# Substrate Calculator - Must Be Wrong!



## tamalematt (Sep 18, 2008)

I punched my dimensions into this substrate calculator: http://www.mizuworld.com/pages/calculator, and it said that I need 240 lbs. of eco complete for a 20 gallon long tank (30x12x12). There is no way that is correct.
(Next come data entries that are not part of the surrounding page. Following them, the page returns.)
static void assumptions_common(rctx_t *c)
{
    const cJSON *p = cJSON_GetObjectItemCaseSensitive(c->sum, "parameters"), *it;
    const char *mode = str(p, "mode"), *dir = str(p, "direction");
    const cJSON *slope = cJSON_GetObjectItemCaseSensitive(p, "slope");
    sbuf_t *a = &c->assumptions;

    if (p == NULL) return;
    sb_str(a, "<li>Travel ");
    sb_esc(a, mode && strcmp(mode, "vehicle") == 0 ? "by vehicle" : "on foot");
    if (isfinite(num(p, "walk_speed_kmh")))
        sb_fmt(a, "; walking speed %g km/h off roads", num(p, "walk_speed_kmh"));
    if (cJSON_IsBool(slope)) sb_str(a, cJSON_IsTrue(slope) ? ", slowed or sped by slope (Tobler)" : ", slope ignored");
    if (isfinite(num(p, "neighbours"))) sb_fmt(a, "; cells joined to %g neighbours", num(p, "neighbours"));
    sb_str(a, "; direction: ");
    sb_esc(a, dir && strcmp(dir, "from_site") == 0 ? "from the site to people" : "people travel to the site");
    sb_str(a, ".</li>\n");
    if (cJSON_GetArraySize(cJSON_GetObjectItemCaseSensitive(p, "road_speeds")) > 0) {
        sb_str(a, "<li>Road speeds (walking / vehicle, km/h): ");
        int k = 0;
        cJSON_ArrayForEach(it, cJSON_GetObjectItemCaseSensitive(p, "road_speeds"))
        {
            sb_str(a, k++ ? "; " : "");
            sb_esc(a, str(it, "class") ? str(it, "class") : "?");
            sb_fmt(a, " %g / %g", num(it, "walk_kmh"), num(it, "vehicle_kmh"));
        }
        sb_str(a, ".</li>\n");
    }
}

static const char css[] =
    "body{font-family:'DejaVu Sans',Verdana,sans-serif;color:#1a1a1f;margin:0 auto;max-width:62rem;"
    "padding:0 1rem 2rem;line-height:1.45}\n"
    "h1{font-size:1.6rem;margin:1.2rem 0 .2rem}h2{font-size:1.25rem;border-bottom:2px solid #2c4a6b;"
    "padding-bottom:.2rem;margin-top:2rem}h3{font-size:1.05rem}\n"
    ".sub{color:#555;margin:0 0 1rem}.figs{display:flex;flex-wrap:wrap;gap:.8rem}\n"
    ".fig{flex:1 1 14rem;border:1px solid #c9ccd3;border-left:6px solid #2c4a6b;padding:.6rem .8rem;"
    "background:#f7f8fa}\n.val{font-size:1.9rem;font-weight:bold}.lab{font-weight:bold}"
    ".det{color:#444;font-size:.9rem}\n"
    "figure{margin:1rem 0}img{max-width:100%;height:auto;border:1px solid #ddd}"
    "figcaption{font-size:.9rem;color:#444}\n"
    ".scroll{overflow-x:auto}table{border-collapse:collapse;font-size:.9rem;min-width:60%}"
    "th,td{border-bottom:1px solid #ddd;padding:.25rem .5rem;text-align:left}"
    "th{background:#eef0f4}.n{text-align:right}tr.over td{background:#fbe9e4}tr.all td{font-weight:bold}"
    "tr.beyond td{background:#fdf1e2}\n"
    ".caution{border:2px solid #a0522d;background:#fdf4ec;padding:.7rem 1rem;margin:1rem 0}"
    ".small{font-size:.85rem;color:#555}\n"
    "@media (max-width:40rem){.val{font-size:1.5rem}body{padding:0 .5rem}}\n"
    "@page{size:A4;margin:14mm}\n"
    "@media print{body{max-width:none;padding:0;font-size:10pt}.page{break-before:page;page-break-before:always}"
    "figure,tr,.fig{break-inside:avoid;page-break-inside:avoid}img{max-height:230mm;border:none}"
    ".scroll{overflow:visible}}\n";

static int write_html(rctx_t *c, err_t *e)
{
    const char *name = str(c->sum, "name"), *caution = str(c->sum, "caution");
    const cJSON *w = cJSON_GetObjectItemCaseSensitive(c->sum, "warnings"), *it;
    sbuf_t h = {0};
    out_file_t of = {0};
    int rc;

    sb_str(&h, "<!DOCTYPE html>\n<html xmlns=\"http://www.w3.org/1999/xhtml\" lang=\"en\">\n<head>\n"
               "<meta charset=\"utf-8\"/>\n"
               "<meta name=\"viewport\" content=\"width=device-width, initial-scale=1\"/>\n<title>");
    sb_esc(&h, name ? name : "sitereach plan");
    sb_str(&h, " \xe2\x80\x94 plan report</title>\n<style>\n");
    sb_str(&h, css);
    sb_str(&h, "</style>\n</head>\n<body>\n<h1>");
    sb_esc(&h, name ? name : "sitereach plan");
    sb_str(&h, "</h1>\n<p class=\"sub\">Plan report \xc2\xb7 run ");
    sb_esc(&h, c->date);
    sb_str(&h, " \xc2\xb7 ");
    sb_esc(&h, str(c->sum, "software") ? str(c->sum, "software") : "sitereach");
    sb_str(&h, "</p>\n<div class=\"caution\" id=\"caution\"><strong>Planning aid.</strong> ");
    sb_esc(&h, caution ? caution : "These results are a planning aid; check them on the ground and against the guidance of local authorities before acting on them.");
    sb_str(&h, "</div>\n<h2 id=\"key-figures\">Key figures</h2>\n<div class=\"figs\">\n");
    sb_str(&h, c->figures.s ? c->figures.s : "");
    sb_str(&h, "</div>\n");
    sb_str(&h, c->summary.s ? c->summary.s : "");
    sb_str(&h, c->body.s ? c->body.s : "");
    sb_str(&h, "<section class=\"page\"><h2 id=\"assumptions\">Assumptions</h2>\n<ul>\n");
    sb_str(&h, c->assumptions.s ? c->assumptions.s : "");
    sb_str(&h, "<li>People come from the population raster as given; travel times are modelled, not measured.</li>\n</ul>\n");
    if (cJSON_GetArraySize(w) > 0 || c->res->n_notes > 0) {
        sb_str(&h, "<h3>Warnings</h3>\n<ul>\n");
        cJSON_ArrayForEach(it, w) if (cJSON_IsString(it))
        {
            sb_str(&h, "<li>");
            sb_esc(&h, it->valuestring);
            sb_str(&h, "</li>\n");
        }
        for (size_t i = 0; i < c->res->n_notes; i++) {
            sb_str(&h, "<li>");
            sb_esc(&h, c->res->notes[i]);
            sb_str(&h, "</li>\n");
        }
        sb_str(&h, "</ul>\n");
    }
    sb_str(&h, "<h3>Inputs</h3>\n<div class=\"scroll\"><table>\n<thead><tr><th>role</th><th>file</th><th>SHA-256 (first 12)</th></tr></thead>\n<tbody>\n");
    cJSON_ArrayForEach(it, cJSON_GetObjectItemCaseSensitive(c->sum, "inputs"))
    {
        const char *sha = str(it, "sha256");
        char s12[13] = "";
        if (sha) snprintf(s12, sizeof s12, "%.12s", sha);
        sb_str(&h, "<tr><td>");
        sb_esc(&h, str(it, "role"));
        sb_str(&h, "</td><td>");
        sb_esc(&h, str(it, "path"));
        sb_str(&h, "</td><td>");
        sb_esc(&h, s12);
        sb_str(&h, "</td></tr>\n");
    }
    sb_str(&h, "</tbody></table></div>\n<p class=\"small\">Data: ");
    sb_esc(&h, c->credits[0] ? c->credits : "as named in the inputs above");
    sb_str(&h, ". Coordinate system: ");
    sb_esc(&h, c->crs);
    sb_str(&h, ".</p>\n</section>\n<div class=\"caution\"><strong>Before acting:</strong> ");
    sb_esc(&h, caution ? caution : "check these results on the ground and against local authorities' guidance.");
    sb_str(&h, "</div>\n</body>\n</html>\n");
    if (h.failed || c->figures.failed || c->summary.failed || c->body.failed || c->assumptions.failed) {
        free(h.s);
        return err_set(e, ERR_NOMEM, "out of memory composing the report in '%s'", c->outdir);
    }
    rc = out_file_open(&of, c->res->html, e);
    if (rc == ERR_OK) {
        if (fwrite(h.s, 1, h.n, of.f) != h.n) {
            out_file_abort(&of);
            rc = err_set(e, ERR_IO, "cannot write '%s' (disk full?)", c->res->html);
        } else {
            rc = out_file_commit(&of, e);
        }
    }
    free(h.s);
    return rc;
}

static int read_summary(const char *path, cJSON **out, err_t *e)
{
    FILE *f = fopen(path, "rb");
    char *text = NULL;
    const char *end = NULL;
    long n;
    int rc = ERR_OK;

    *out = NULL;
    if (f == NULL)
        return err_set(e, ERR_IO, "cannot open '%s'; give a folder written by a sitereach command (reach, site, plan)",
                       path);
    if (fseek(f, 0, SEEK_END) != 0 || (n = ftell(f)) < 0 || fseek(f, 0, SEEK_SET) != 0 ||
        (text = malloc((size_t)n + 1)) == NULL || fread(text, 1, (size_t)n, f) != (size_t)n) {
        rc = err_set(e, ERR_IO, "cannot read '%s'", path);
        goto done;
    }
    text[n] = '\0';
    *out = cJSON_ParseWithOpts(text, &end, 1);
    if (*out == NULL || !cJSON_IsObject(*out)) {
        cJSON_Delete(*out);
        *out = NULL;
        rc = err_set(e, ERR_INPUT, "'%s' is not a JSON object (near byte %ld); run the command again",
                     path, end ? (long)(end - text) : 0L);
    }
done:
    free(text);
    fclose(f);
    return rc;
}

int report_write(const char *outdir, report_result_t *res, err_t *e)
{
    rctx_t c;
    const cJSON *grid;
    const char *paths[8];
    size_t np = 0, n_sections = 0;
    char *sp = NULL;
    int rc;

    memset(res, 0, sizeof *res);
    memset(&c, 0, sizeof c);
    c.outdir = outdir;
    c.res = res;
    sp = out_join(outdir, "summary.json");
    res->html = out_join(outdir, "report.html");
    c.mapdir = out_join(outdir, "maps");
    if (sp == NULL || res->html == NULL || c.mapdir == NULL) {
        rc = err_set(e, ERR_NOMEM, "out of memory");
        goto done;
    }
    rc = read_summary(sp, &c.sum, e);
    if (rc != ERR_OK) goto done;
    for (size_t i = 0; i < sizeof sections / sizeof sections[0]; i++)
        if (cJSON_IsObject(cJSON_GetObjectItemCaseSensitive(c.sum, sections[i].key))) n_sections++;
    if (n_sections == 0) {
        rc = err_set(e, ERR_INPUT, "'%s' holds no results to report (no reach, site, supply, compare or links part); run 'sitereach reach' or 'plan' into '%s' first",
                     sp, outdir);
        goto done;
    }
    rc = out_mkdir(c.mapdir, e);
    if (rc != ERR_OK) goto done;
    c.date = str(c.sum, "run_at") ? str(c.sum, "run_at") : "unknown";
    grid = cJSON_GetObjectItemCaseSensitive(c.sum, "grid");
    c.crs = str(grid, "crs") ? str(grid, "crs") : "unknown";
    /* The scenario gives layer and field names for roads and districts; when it
     * cannot be read again the maps fall back to defaults. */
    /* The inputs list holds its absolute path, so the report may run from any
     * folder; the top-level "scenario" is as typed (older summaries). */
    if (input_path(c.sum, "scenario") != NULL || str(c.sum, "scenario") != NULL) {
        err_t se = {0};
        const char *sp_in = input_path(c.sum, "scenario") ? input_path(c.sum, "scenario")
                                                          : str(c.sum, "scenario");
        if (scen_load(sp_in, &c.scen, &se) != ERR_OK)
            note(&c, "scenario not read again (%s); map layers use default layer and field names", se.msg);
    }
    {
        static const char *roles[] = {"population", "roads", "existing sites", "candidate sites",
                                      "depots", "districts"};
        for (size_t i = 0; i < sizeof roles / sizeof roles[0]; i++)
            if (input_path(c.sum, roles[i])) paths[np++] = input_path(c.sum, roles[i]);
    }
    report_credits(paths, np, c.credits, sizeof c.credits);
    for (size_t i = 0; i < sizeof sections / sizeof sections[0]; i++) {
        const cJSON *part = cJSON_GetObjectItemCaseSensitive(c.sum, sections[i].key);
        if (!cJSON_IsObject(part)) continue;
        rc = sections[i].run(&c, part, e);
        if (rc != ERR_OK) goto done;
    }
    assumptions_common(&c);
    rc = write_html(&c, e);
done:
    free(sp);
    free(c.mapdir);
    free(c.wkt);
    free(c.figures.s);
    free(c.summary.s);
    free(c.body.s);
    free(c.assumptions.s);
    render_lines_free(c.roads);
    render_lines_free(c.districts);
    for (int k = 0; k < 3; k++) points_free(c.pts[k]);
    grid_free(c.pgrid);
    scen_free(c.scen);
    cJSON_Delete(c.sum);
    return rc;
}

void report_result_destroy(report_result_t *res)
{
    if (res == NULL) return;
    free(res->html);
    for (size_t i = 0; i < res->n_images; i++) free(res->images[i]);
    free(res->images);
    for (size_t i = 0; i < res->n_notes; i++) free(res->notes[i]);
    free(res->notes);
    memset(res, 0, sizeof *res);
}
Anyone able to give me a rough estimate? I'm guessing two bags (40 lbs.) will do it, but wanted to double-check first to see if anyone had experience with this tank/substrate.


----------



## JeffyFunk (Apr 6, 2006)

You put the incorrect "Desired Depth" into the calculator. The "Desired Depth" is the depth that you would like the substrate to be, usually 1-2''. You put the depth of your tank into the calculator, meaning that 240 lbs would be how much eco-complete you'd need to completely fill your tank with eco-complete.


----------



## tamalematt (Sep 18, 2008)

Excuse me, _I'm an idiot!_

Thanks JeffyFunk!

So, is two inches suitable, or is three preferred?


----------



## mudboots (Jun 24, 2009)

I'd go with 2", though I've not tried this product personally. On how much to use, when coming up with quantities of substrate I usually figure out the cubic feet of material and go from there. But that's easy for me because that's how the products I use are commonly sold (50# bags that measure approximately 0.5 cu.ft.).


----------



## cs_gardener (Apr 28, 2006)

Definitely 2" in a 20 long tank. If you use 3" you'd be filling up 1/4 of the tank and that would look a bit odd. I actually only have 1" of substrate in my 20L and it works just fine.


----------